Here we could just use < from the derived Ord instance for the extension data type:

data Extension = C | O | Exe deriving (Eq, Ord)

type File = (FilePath, Extension)

partialOrder :: PartialOrder File
partialOrder (_, x) (_, y) = x < y

I find this a convincing example, where we can have a type-safe construction of an acyclic graph thanks to some domain knowledge.

Construct via Cartesian product (medium priority)

The Cartesian product of two acyclic graphs is acyclic, so let's add box to the API.

Basic graph construction primitives (medium priority)

We could easily support the following graph construction primitives:

empty :: Acyclic.AdjacencyMap a
vertex :: a -> Acyclic.AdjacencyMap a
vertices :: [a] -> Acyclic.AdjacencyMap a
-- D stands for "disjoint"
overlayD :: Acyclic.AdjacencyMap a -> Acyclic.AdjacencyMap b -> Acyclic.AdjacencyMap (Either a b)
connectD :: Acyclic.AdjacencyMap a -> Acyclic.AdjacencyMap b -> Acyclic.AdjacencyMap (Either a b)

I'm not entirely sure how useful these will be in practice, but they are cheap to add, so why not.

Construct via transitive closure (medium priority)

A transitive closure of an acyclic graph is acyclic, so we can support transitiveClousre:

transitiveClosure :: Ord a => Acyclic.AdjacencyMap a -> Acyclic.AdjacencyMap a

Construct an acyclic graph via the "acyclic monad" (low priority)

The priority of this requirement is low, because it seems to work only for graphs that are fixed at compile time. (Andrey: Is this really true?)

(Adithya: I cannot answer the question yet, but seems to be the case.)

Consider that the graph is built by a few monadic computations.

  1. Define a singleton vertex. singleton
  2. Define an edge. vertexFrom

We have a State monad that tracks the definition sequence of vertices. This definition sequence is used as a PartialOrder while defining the graph. This ordering states that edges are only possible from newer vertices to the older vertices.

For example,

graph = do
  a <- singleton 1           -- order: [1]
  b <- 2 `vertexFrom` [a]    -- order: [1, 2]
  c <- 1 `vertexFrom` [a, b] -- order: [1, 2] -- (c == singleton 1)
  d <- 4 `vertexForm` [c]    -- order: [1, 2]
  return ()
data AcyclicMonad a
instance Monad AcyclicMonad

runAcyclicMonad :: Ord a => AcyclicMonad a -> Acyclic.AdjacencyMap a

TODO: Add example.

Deconstruct obtaining a topological sort (high priority)
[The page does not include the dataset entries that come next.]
def main():
    rows = C.load_rows(C.data_path())
    fr = C.Fragments("openpyxl")
    n = len(rows)

    # 2a. formulas without saved results, used columns, simple arithmetic.
    wb = new_wb()
    ws = wb.active
    cols = BASE + ["baseline_entered", "earnings_raw"]
    H, I = "H", "I"
    kinds = ["={H}{r}*2-{H}{r}", "={H}{r}+0", "=SUM({H}{r},0)",
             "=ROUND({H}{r},2)", "=IF(D{r}=1,{H}{r},{H}{r})"]

    def base_f(r, row, col):
        return kinds[(row - 2) % len(kinds)].format(H=H, r=row)

    write_block(ws, rows, cols, getters={
        "baseline": base_f,
        "earnings": lambda r, row, col: f"=ROUND({I}{row},2)",
        "baseline_entered": lambda r, row, col: r["baseline"],
        "earnings_raw": lambda r, row, col: float(r["earnings_raw"]),
    })
    save(wb, "openpyxl/formulas_no_result_used.xlsx")
    fr.add(C.entry(
        "openpyxl/formulas_no_result_used.xlsx", WRITER,
        "formulas without saved results, used column, simple arithmetic",
        formula_columns={"baseline": "computed", "earnings": "computed"},
        notes="baseline cycles =H2*2-H2, =H2+0, =SUM(H2,0), =ROUND(H2,2), "
              "=IF(D2=1,H2,H2) over baseline_entered (H); earnings is "
              "=ROUND(I2,2) over earnings_raw (I, 6 decimals). Every cell "
              "is <f>..</f><v></v>: no result is saved.",
        verify=[[r"xl/worksheets/sheet1\.xml", r"<f>H2\*2-H2</f><v\s*/?>(</v>)?", "present"],
                [r"xl/worksheets/sheet1\.xml", r"<f>ROUND\(I2,2\)</f>", "present"]]))

    # 2b. formulas a reader cannot compute exactly, used column: refuse.
    wb = new_wb()
    ws = wb.active
    cols = BASE + ["earnings_entered"]

    def earn_f(r, row, col):
        if row % 2 == 0:
            return '=INDIRECT("H"&ROW())'
        return f"=RAND()*0+H{row}"

    write_block(ws, rows, cols, getters={
        "earnings": earn_f,
        "earnings_entered": lambda r, row, col: r["earnings"]})
    save(wb, "openpyxl/formulas_no_result_refuse.xlsx")
    fr.add(C.entry(
        "openpyxl/formulas_no_result_refuse.xlsx", WRITER,
        "formulas without saved results, used column, not computable",
        expect="refuse", reason="formula-no-result",
        formula_columns={"earnings": "missing"},
        notes='earnings alternates =INDIRECT("H"&ROW()) and =RAND()*0+H3 '
              "over earnings_entered (H); no result is saved. The effects "
              "are those the author meant (earnings_entered).",
        verify=[[r"xl/worksheets/sheet1\.xml", r"<f>INDIRECT\(", "present"]]))

    # 3. formulas without saved results in an unused column only.
    wb = new_wb()
    ws = wb.active
    cols = BASE + ["random_draw"]
    write_block(ws, rows, cols,
                getters={"random_draw": lambda r, row, col: "=RAND()"})
    save(wb, "openpyxl/formulas_no_result_unused.xlsx")
    fr.add(C.entry(
        "openpyxl/formulas_no_result_unused.xlsx", WRITER,
        "formulas without saved results in an unused column only",
        formula_columns={"random_draw": "missing"},
        notes="random_draw (H) is =RAND() with no saved result; no "
              "model column holds a formula.",
        verify=[[r"xl/worksheets/sheet1\.xml", r"<f>RAND\(\)</f>", "present"]]))

    # 5. strings: openpyxl writes every string inline.
    wb = new_wb()
    write_block(wb.active, rows, BASE)
    save(wb, "openpyxl/strings_inline.xlsx")
    fr.add(C.entry(
        "openpyxl/strings_inline.xlsx", WRITER,
        "inline strings (openpyxl writes every string as t=\"inlineStr\"; "
        "no sharedStrings part)",
        notes="The plainest openpyxl file: no shared strings table at all.",
        verify=[[r"xl/worksheets/sheet1\.xml", r't="inlineStr"><is><t>returning</t>', "present"],
                [r"xl/sharedStrings\.xml", r".", "absent"]]))

    # 6. numbers stored as text in baseline.
    wb = new_wb()
    write_block(wb.active, rows, BASE,
                getters={"baseline": lambda r, row, col: r["baseline_text"]})
    save(wb, "openpyxl/numbers_as_text.xlsx")
    fr.add(C.entry(
        "openpyxl/numbers_as_text.xlsx", WRITER, "numbers stored as text in baseline",
        notes="Every baseline cell is a string such as \"312.45\".",
        verify=[[r"xl/worksheets/sheet1\.xml", r'r="E2" t="inlineStr"', "present"]]))

    # 7a. an unused boolean column; 7b. coached as TRUE/FALSE.
    wb = new_wb()
    write_block(wb.active, rows, BASE + ["consented"])
    save(wb, "openpyxl/booleans_unused.xlsx")
    fr.add(C.entry(
        "openpyxl/booleans_unused.xlsx", WRITER, "booleans in an unused column",
        notes="consented (H) is TRUE/FALSE (t=\"b\").",
        verify=[[r"xl/worksheets/sheet1\.xml", r'r="H2" t="b"', "present"]]))

    wb = new_wb()
    write_block(wb.active, rows, BASE,
                getters={"coached": lambda r, row, col: bool(r["coached"])})
    save(wb, "openpyxl/booleans_treatment.xlsx")
    fr.add(C.entry(
        "openpyxl/booleans_treatment.xlsx", WRITER,
        "booleans as the treatment", spec=C.spec(treated="TRUE"),
        notes="coached is TRUE/FALSE booleans; TRUE is treated.",
        verify=[[r"xl/worksheets/sheet1\.xml", r'r="D2" t="b"', "present"]]))

    # 8. error values: unused column; baseline in 2 rows.
    wb = new_wb()

    def err_col(r, row, col):
        return C.ERRORS[row % 2] if row % 5 == 0 else r["hours"] * 2

    write_block(wb.active, rows, BASE + ["hours_per_week"],
                getters={"hours_per_week": err_col})
    save(wb, "openpyxl/errors_unused.xlsx")
    fr.add(C.entry(
        "openpyxl/errors_unused.xlsx", WRITER, "error values in an unused column",
        notes="hours_per_week (H) holds #N/A or #DIV/0! (t=\"e\") in every "
              "fifth row; it is used by no model, so every row is data.",
        verify=[[r"xl/worksheets/sheet1\.xml", r't="e"><v>#N/A</v>', "present"],
                [r"xl/worksheets/sheet1\.xml", r't="e"><v>#DIV/0!</v>', "present"]]))

    wb = new_wb()

    def err_base(r, row, col):
        k = row - 1
        if k in C.ERROR_ROWS:
            return C.ERRORS[C.ERROR_ROWS.index(k)]
        return r["baseline"]

    write_block(wb.active, rows, BASE, getters={"baseline": err_base})
    save(wb, "openpyxl/errors_baseline.xlsx")
    fr.add(C.entry(
        "openpyxl/errors_baseline.xlsx", WRITER, "error values in baseline (2 rows)",
        fit_ids=C.ids_without_rows(rows, C.ERROR_ROWS),
        notes=f"baseline is #N/A in data row {C.ERROR_ROWS[0]} and #DIV/0! "
              f"in data row {C.ERROR_ROWS[1]}; those rows are left out "
              f"(n = {n - 2}).",
        verify=[[r"xl/worksheets/sheet1\.xml", r'r="E%d" t="e"><v>#N/A</v>' % (C.ERROR_ROWS[0] + 1), "present"]]))

    # 9. dates, 1900 and 1904.
    for epoch, name in ((None, "dates_1900"), (CALENDAR_MAC_1904, "dates_1904")):
        wb = new_wb()
        if epoch is not None:
            wb.epoch = epoch
        ws = wb.active
        write_block(ws, rows, BASE + ["visit_date"])
        for row in range(2, n + 2):
            ws.cell(row=row, column=8).number_format = "yyyy-mm-dd"
        rel = f"openpyxl/{name}.xlsx"
        save(wb, rel)
        v = [[r"xl/workbook\.xml", r'date1904="1"', "present" if epoch else "absent"]]
        first = rows[0]["visit_date"]
        serial = (first - (dt.date(1904, 1, 1) if epoch else dt.date(1899, 12, 30))).days
        v.append([r"xl/worksheets/sheet1\.xml", r'r="H2"[^>]*><v>%d</v>' % serial, "present"])
        fr.add(C.entry(
            rel, WRITER, f"dates in an unused column, {name[-4:]} date system",
            checks=[{"column": "visit_date", "row": 1, "date": first.isoformat()}],
            notes=f"visit_date (H) is a date with format yyyy-mm-dd; row 1 is "
                  f"stored as serial {serial}.",
            verify=v))

    # 10. title and blank rows above the header, title merged.
    wb = new_wb()
    ws = wb.active
    ws["A1"] = "Job coaching follow-up, spring cohort"
    ws.merge_cells("A1:G1")
    ws["A2"] = "Invented data for reader tests"
    write_block(ws, rows, BASE, top=4)
    save(wb, "openpyxl/title_merged.xlsx")
    fr.add(C.entry(
        "openpyxl/title_merged.xlsx", WRITER,
        "title merged across columns and blank rows above the header (header on row 4)",
        notes="A1:G1 merged title, A2 a subtitle, row 3 blank; header on row 4 "
              "(header_row 0: the reader should find it).",
        verify=[[r"xl/worksheets/sheet1\.xml", r'<mergeCell ref="A1:G1"', "present"]]))

    # 11. hidden rows and columns, frozen panes, autofilter.
    wb = new_wb()
    ws = wb.active
    write_block(ws, rows, BASE + ["consented"])
    for rr in (5, 6, 30):
        ws.row_dimensions[rr].hidden = True
    ws.column_dimensions["E"].hidden = True
    ws.column_dimensions["H"].hidden = True
    ws.freeze_panes = "B2"
    ws.auto_filter.ref = f"A1:H{n + 1}"
    save(wb, "openpyxl/hidden_frozen_filter.xlsx")
    fr.add(C.entry(
        "openpyxl/hidden_frozen_filter.xlsx", WRITER,
        "hidden rows and columns, frozen panes, autofilter",
        notes="Sheet rows 5, 6 and 30 are hidden and are still data; column E "
              "(baseline, a control) and H (consented) are hidden; panes "
              "frozen at B2; autofilter on the data.",
        verify=[[r"xl/worksheets/sheet1\.xml", r'<row r="5"[^>]*hidden="1"', "present"],
                [r"xl/worksheets/sheet1\.xml", r'<pane xSplit="1" ySplit="1"', "present"],
                [r"xl/worksheets/sheet1\.xml", r'<autoFilter ref="A1:H%d"' % (n + 1), "present"]]))

    # 12. tables: without totals, with totals, two tables side by side.
    wb = new_wb()
    ws = wb.active
    last = write_block(ws, rows, BASE)
    t = Table(displayName="Clients", ref=f"A1:G{last}")
    t.tableStyleInfo = TableStyleInfo(name="TableStyleMedium2", showRowStripes=True)
    ws.add_table(t)
    save(wb, "openpyxl/table.xlsx")
    fr.add(C.entry(
        "openpyxl/table.xlsx", WRITER, "a table without a totals row",
        table="Clients", notes="Table Clients on A1:G61.",
        verify=[[r"xl/tables/table1\.xml", r'displayName="Clients"', "present"],
                [r"xl/tables/table1\.xml", r"totalsRowCount", "absent"]]))

    wb = new_wb()
    ws = wb.active
    last = write_block(ws, rows, BASE)
    tot = last + 1
    ws.cell(row=tot, column=1, value="Total")
    funcs = {"coached": ("sum", 109), "baseline": ("average", 101),
             "hours": ("sum", 109), "earnings": ("average", 101)}
    tcols = []
    for j, c in enumerate(BASE, start=1):
        tc = TableColumn(id=j, name=c)
        if j == 1:
            tc.totalsRowLabel = "Total"
        elif c in funcs:
            tc.totalsRowFunction = funcs[c][0]
            ws.cell(row=tot, column=j,
                    value=f"=SUBTOTAL({funcs[c][1]},Clients[{c}])")
        tcols.append(tc)
    t = Table(displayName="Clients", ref=f"A1:G{tot}", totalsRowCount=1,
              tableColumns=tcols)
    t.tableStyleInfo = TableStyleInfo(name="TableStyleMedium9", showRowStripes=True)
    t.autoFilter = openpyxl.worksheet.filters.AutoFilter(ref=f"A1:G{last}")
    ws.add_table(t)
    save(wb, "openpyxl/table_totals.xlsx")
    fr.add(C.entry(
        "openpyxl/table_totals.xlsx", WRITER,
        "a table with a totals row (label Total, SUBTOTAL sums and averages)",
        table="Clients",
        notes=f"Table Clients on A1:G{tot}, totalsRowCount 1; sheet row {tot} "
              "is the totals row (not data): A says Total, the others are "
              "SUBTOTAL formulas with no saved result.",
        verify=[[r"xl/tables/table1\.xml", r'totalsRowCount="1"', "present"],
                [r"xl/worksheets/sheet1\.xml", r"<f>SUBTOTAL\(101,Clients\[baseline\]\)</f><v\s*/?>", "present"]]))

    wb = new_wb()
    ws = wb.active
    half = n // 2
    write_block(ws, rows[:half], BASE, top=1, left=1)
    write_block(ws, rows[half:], BASE, top=1, left=9)
    t1 = Table(displayName="Cohort1", ref=f"A1:G{half + 1}")
    t2 = Table(displayName="Cohort2", ref=f"I1:O{n - half + 1}")
    for t in (t1, t2):
        t.tableStyleInfo = TableStyleInfo(name="TableStyleLight9", showRowStripes=True)
        ws.add_table(t)
    save(wb, "openpyxl/two_tables.xlsx")
    fr.add(C.entry(
        "openpyxl/two_tables.xlsx", WRITER,
        "two tables side by side on one sheet; the second is the data",
        table="Cohort2", fit_ids=[r["client_id"] for r in rows[half:]],
        notes=f"Cohort1 on A1:G{half + 1} holds data rows 1-{half}, Cohort2 "
              f"on I1:O{n - half + 1} holds rows {half + 1}-{n}; the expected "
              "fit is Cohort2's rows only. Both tables have the same column "
              "names.",
        verify=[[r"xl/tables/table2\.xml", r'displayName="Cohort2"', "present"]]))

    # 13. data validation and comments.
    wb = new_wb()
    ws = wb.active
    write_block(ws, rows, BASE)
    dv = DataValidation(type="list", formula1='"new,returning"', allow_blank=False)
    dv.add(f"C2:C{n + 1}")
    ws.add_data_validation(dv)
    ws["C1"].comment = Comment("new or returning client", "Evaluator")
    ws["G1"].comment = Comment("weekly earnings six months after intake", "Evaluator")
    ws["E10"].comment = Comment("checked against the intake form", "Evaluator")
    save(wb, "openpyxl/validation_comments.xlsx")
    fr.add(C.entry(
        "openpyxl/validation_comments.xlsx", WRITER,
        "data validation (dropdown on client_type) and comments",
        notes="List validation \"new,returning\" on C2:C61; comments on C1, "
              "G1 and E10.",
        verify=[[r"xl/worksheets/sheet1\.xml", r"<dataValidation[^>]*type=\"list\"", "present"],
                [r"xl/comments/comment1\.xml", r"intake form", "present"]]))

    # 14. a chart sheet first, a cover sheet, data on Clients.
    wb = new_wb("Cover")
    cover = wb.active
    cover["A1"] = "Job coaching follow-up"
    cover["A3"] = "The data are on the sheet Clients."
    ws = wb.create_sheet("Clients")
    write_block(ws, rows, BASE)
    cs = wb.create_chartsheet("Chart", 0)
    ch = BarChart()
    ch.title = "Earnings by client"
    ch.add_data(Reference(ws, min_col=7, min_row=1, max_row=n + 1), titles_from_data=True)
    cs.add_chart(ch)
    wb.active = 1
    save(wb, "openpyxl/chartsheet_first.xlsx")
    fr.add(C.entry(
        "openpyxl/chartsheet_first.xlsx", WRITER,
        "a chart sheet first, then a cover sheet, data on Clients",
        sheet="Clients",
        notes="Sheets in order: Chart (a chart sheet), Cover, Clients.",
        verify=[[r"xl/workbook\.xml", r'<sheet [^>]*name="Chart"[^/]*/><sheet [^>]*name="Cover"', "present"],
                [r"xl/chartsheets/sheet1\.xml", r"<chartsheet", "present"]]))

    # 15. unicode and apostrophes in sheet and column names.
    wb = new_wb("Clients' données")
    ws = wb.active
    cols = BASE[:-1] + ["revenu 6 mois (€)"]
    write_block(ws, rows, cols, getters={"revenu 6 mois (€)": lambda r, row, col: r["earnings"]})
    wb.defined_names.append(DefinedName("revenu", attr_text=f"'Clients'' données'!$G$2:$G${n + 1}"))
    save(wb, "openpyxl/unicode_names.xlsx")
    fr.add(C.entry(
        "openpyxl/unicode_names.xlsx", WRITER,
        "sheet and column names with unicode and an apostrophe",
        sheet="Clients' données", spec=C.spec(outcome="revenu 6 mois (€)"),
        notes="The outcome column is named \"revenu 6 mois (€)\"; a defined "
              "name revenu points at it with the quoted sheet name.",
        verify=[[r"xl/workbook\.xml", "name=\"Clients' données\"", "present"],
                [r"xl/workbook\.xml", r"'Clients'' données'!\$G\$2", "present"]]))

    fr.save()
Since the graph is acyclic, we are guaranteed that it can be topologically sorted:

topSort :: Ord a => Acyclic.AdjacencyMap a -> [a]

Using scc for quick and safe construction of acyclic graphs

We could do the following:

shrink :: AdjacencyMap a -> Acyclic.AdjacencyMap a
shrink am = AAM (Map.map (NonEmpty.head . NonEmpty.vertexList1) aam)
  where
    AAM aam = scc am 

This is 1) safe, 2) convenient, 3) complete, i.e. any acyclic graph can be constructed in this way.

However, if the given graph does have a cycle, the result will contain only one vertex from each strongly-connected component, which may cause errors at the user side.